Kleurenblindheid kan men niet genezen maar net zoals het geval is bij gewone brillen, is het kunnen zien van kleuren wel te verbeteren met speciale corrigerende glazen. De soort en de mate van de erfelijke kleurenblindheid veranderen niet, zoals bijvoorbeeld de gezichtsscherpte, met de jaren. Storingen in het zien van kleuren welke pas later zijn ontstaan, kunnen in de loop van de jaren echter wel gaan veranderen. Aandoeningen zoals diabetes, glaucoom of de vergeling van de ooglens bij oudere mensen kunnen dan ook leiden tot een verandering in het zien van de verschillende kleuren.
Zo kan er bijvoorbeeld een speciaal laagje ter correctie van de kleurenblindheid aan worden gebracht op niet alleen brillenglazen met sterkte (monofocaal, bifocaal en multifocaal) maar ook op glazen zonder een sterkte.
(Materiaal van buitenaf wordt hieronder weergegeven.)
// ridgecal: streaming a production-line CSV unit by unit.
//
// A batch file is an ordinary calibration CSV (see calibration_csv.hpp) with
// one more column naming the unit (device) each row belongs to. The file is
// read line by line and handed out one unit at a time, so memory does not
// grow with the number of units.
//
// Requirement: the rows of a unit are contiguous (a file sorted by the unit
// column satisfies it; the order of units is free). A unit whose label shows
// up again after other units is reported as a failed chunk ("appears again"),
// it is never silently merged or fitted twice. (Labels are remembered as
// 64-bit hashes, 8 bytes per unit; two distinct labels colliding is
// improbable, about n^2 / 2^65 for n units.) Comment and blank lines go with
// the unit they follow.
//
// A directory of CSV files is read as its *.csv files in name order. Without
// a unit column every file is one unit, named after the file (without .csv).
//
// Limits (the CsvLimits of `fit`, csv.limits): a line may hold at most
// max_fields * (max_field_bytes + 3) bytes (every field at its longest,
// quoted, plus the delimiter); a header over the limit, with more than
// max_fields fields or a field over max_field_bytes makes the file unusable
// (InputError), so `batch /dev/zero` is refused after reading one line's
// worth. A unit with more than max_rows data rows or more than max_bytes bytes
// of rows, or with a data line over the line limit, fails with that error
// (its rows beyond the limit are read past, not kept). The unit label must be
// a name `fit` accepts (name_problem in text_check.hpp: valid UTF-8, no
// control characters, at most kMaxRecordNameBytes bytes); a label that is
// not fails its unit at the label's line. A quoted unit label that spans
// lines (a newline inside the quotes) is read as one record, whose label then
// holds a newline: its unit fails at the line where the label starts.
#pragma once

#include <cstdint>
#include <fstream>
#include <memory>
#include <string>
#include <vector>

#include "ridgecal/calibration_csv.hpp"

namespace ridgecal {

struct BatchInputOptions {
  std::string unit_column;  ///< column naming the unit; empty: one unit per file
  CsvOptions csv;           ///< the other columns, as for a single fit

  /// Empty when valid, else a message naming the field, the value and the rule.
  std::string validate() const;
};

/// The rows of one unit, as CSV text ready for parse_calibration_csv.
struct UnitChunk {
  std::uint64_t index = 0;      ///< 0-based position among the units of the whole input
  std::string unit;             ///< the unit label
  std::string file;             ///< file the rows come from
  std::size_t header_line = 0;  ///< line of the header in `file`
  std::size_t first_line = 0;   ///< line in `file` of the first row of the unit
  std::size_t rows = 0;         ///< data rows (not counting comments and blanks)
  std::string text;             ///< header line, then the unit's lines, '\n'-terminated
  std::string error;  ///< not empty: the chunk must not be fitted (e.g. the unit reappears)
  /// File stem of the unit's outputs (records/<stem>.json), given by the
  /// batch (UnitFileNames); empty: unit_file_stem(unit).
  std::string stem;
};

/// Input files of a batch: a regular file is itself; a directory gives its
/// regular *.csv files sorted by name. Throws InputError when the path does
/// not exist or a directory holds no CSV file.
std::vector<std::string> batch_input_files(const std::string& path);

/// The 64-bit FNV-1a hash of a unit label (batch_unit_names.cpp).
std::uint64_t unit_label_hash(const std::string& s);

/// A set of 64-bit hashes, 8 bytes per member: a sorted run plus a small
/// unsorted tail merged into it when full.
class HashSet64 {
 public:
  /// Adds `h`; false when it was already there.
  bool insert(std::uint64_t h);

 private:
  std::vector<std::uint64_t> sorted_, tail_;
};

class UnitReader {
 public:
  /// Precondition: options.validate() is empty, files not empty.
  UnitReader(std::vector<std::string> files, BatchInputOptions options);
  ~UnitReader();
  UnitReader(const UnitReader&) = delete;
  UnitReader& operator=(const UnitReader&) = delete;

  /// The next unit, false at the end of the input. Throws InputError on
  /// problems of a file as a whole: unreadable, no header, a missing column.
  bool next(UnitChunk& out);

  std::uint64_t bytes_read() const { return bytes_read_; }
  std::uint64_t bytes_total() const { return bytes_total_; }  ///< sum of the file sizes

 private:
  bool open_next_file();
  // One physical line without its '\n' (and '\r'), at most line_limit_ bytes
  // kept; `too_long` when the line was longer (the rest is read past, up to
  // csv.limits.max_bytes, beyond which the file is refused).
  bool read_line(std::string& line, bool& too_long);
  bool fill();

  std::vector<std::string> files_;
  BatchInputOptions options_;
  std::size_t file_index_ = 0;
  int fd_ = -1;      // the current file
  bool eof_ = true;  // no more bytes in the current file
  std::string buf_;  // bytes read from fd_ and not consumed yet, from buf_pos_
  std::size_t buf_pos_ = 0;
  std::size_t line_limit_ = 0;
  std::string header_;  // header line of the current file
  std::size_t header_line_ = 0;
  std::size_t lineno_ = 0;
  int unit_idx_ = -1;    // field index of the unit column
  std::string pending_;  // a line read ahead (first line of the next unit)
  bool has_pending_ = false;
  std::size_t pending_line_ = 0;
  std::uint64_t next_index_ = 0;
  std::uint64_t bytes_read_ = 0, bytes_total_ = 0;
  bool pending_too_long_ = false;
  // 64-bit hashes of the unit labels met so far, 8 bytes per unit.
  HashSet64 seen_;
};

/// Parses a chunk; observation lines and error lines refer to the original file.
/// Throws InputError like parse_calibration_csv. `sha256` is the digest of chunk.text.
Dataset parse_unit_chunk(const UnitChunk& chunk, const CsvOptions& options);

/// A file name for a unit label (the naming rule, docs/batch.md): the label
/// itself when it is "plain": 1 to 100 characters of [A-Za-z0-9._-], not
/// starting with '.', not ending in '-' and 8 lowercase hex digits (the form
/// of the names below), and not a name reserved on Windows (CON, PRN, AUX,
/// NUL, COM0-9, LPT0-9, in any case, alone or before a '.'). Otherwise the
/// first 100 characters with '_' for each other byte, a leading '.' made '_',
/// a '_' in front when the result is reserved, then '-' and 8 hex digits of
/// the label's 64-bit FNV-1a hash. Plain names and hashed names never coincide,
/// and no name is reserved on Windows. Two labels can still map to names that
/// differ only in case, or (improbably) to one hashed name: UnitFileNames
/// resolves that within a batch. (batch_unit_names.cpp, as UnitFileNames.)
std::string unit_file_stem(const std::string& unit);

/// The file names of one batch's units, handed out in input order, so that
/// no two units of the batch share a file, even on a file system that ignores
/// case. assign() gives unit_file_stem(unit) unless a name equal to it ignoring
/// ASCII case was given before; then the stem with '-' and the 8 hex digits of
/// the label's hash appended (a plain label that differs from an earlier one
/// only in case); if that is taken too, "" (the unit must fail: no name).
/// Memory: 8 bytes per unit (hashes of the lower-cased names; a hash
/// collision can only make a unit fail, never two units share a file).
class UnitFileNames {
 public:
  std::string assign(const std::string& unit);

 private:
  HashSet64 used_;
};

}  // namespace ridgecal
Het antireflex-laagje (AR-laagje) heeft geen enkele invloed op de glazen van een bril. Doordat de gebruikte technologie erg complex is, kan dit corrigerende laagje tot nu toe nog niet aan worden gebracht op contactlenzen.
Nadat er een diagnose is gesteld moeten de gedane metingen eveneens uit worden gevoerd met de corrigerende bril, op die manier kan er gemeten worden of er een verbetering plaats heeft gevonden ten aanzien van de kleurenblindheid. Met de brillenglazen die volgens deze methode het beste zijn, beslist de patiënt zelf vervolgens of hij de wereld in meer kleur wil gaan zien of juist niet. Kortom: kleurenblindheid is dan wel niet te genezen maar wel prima te corrigeren met behulp van speciale glazen die men in een bril kan plaatsen.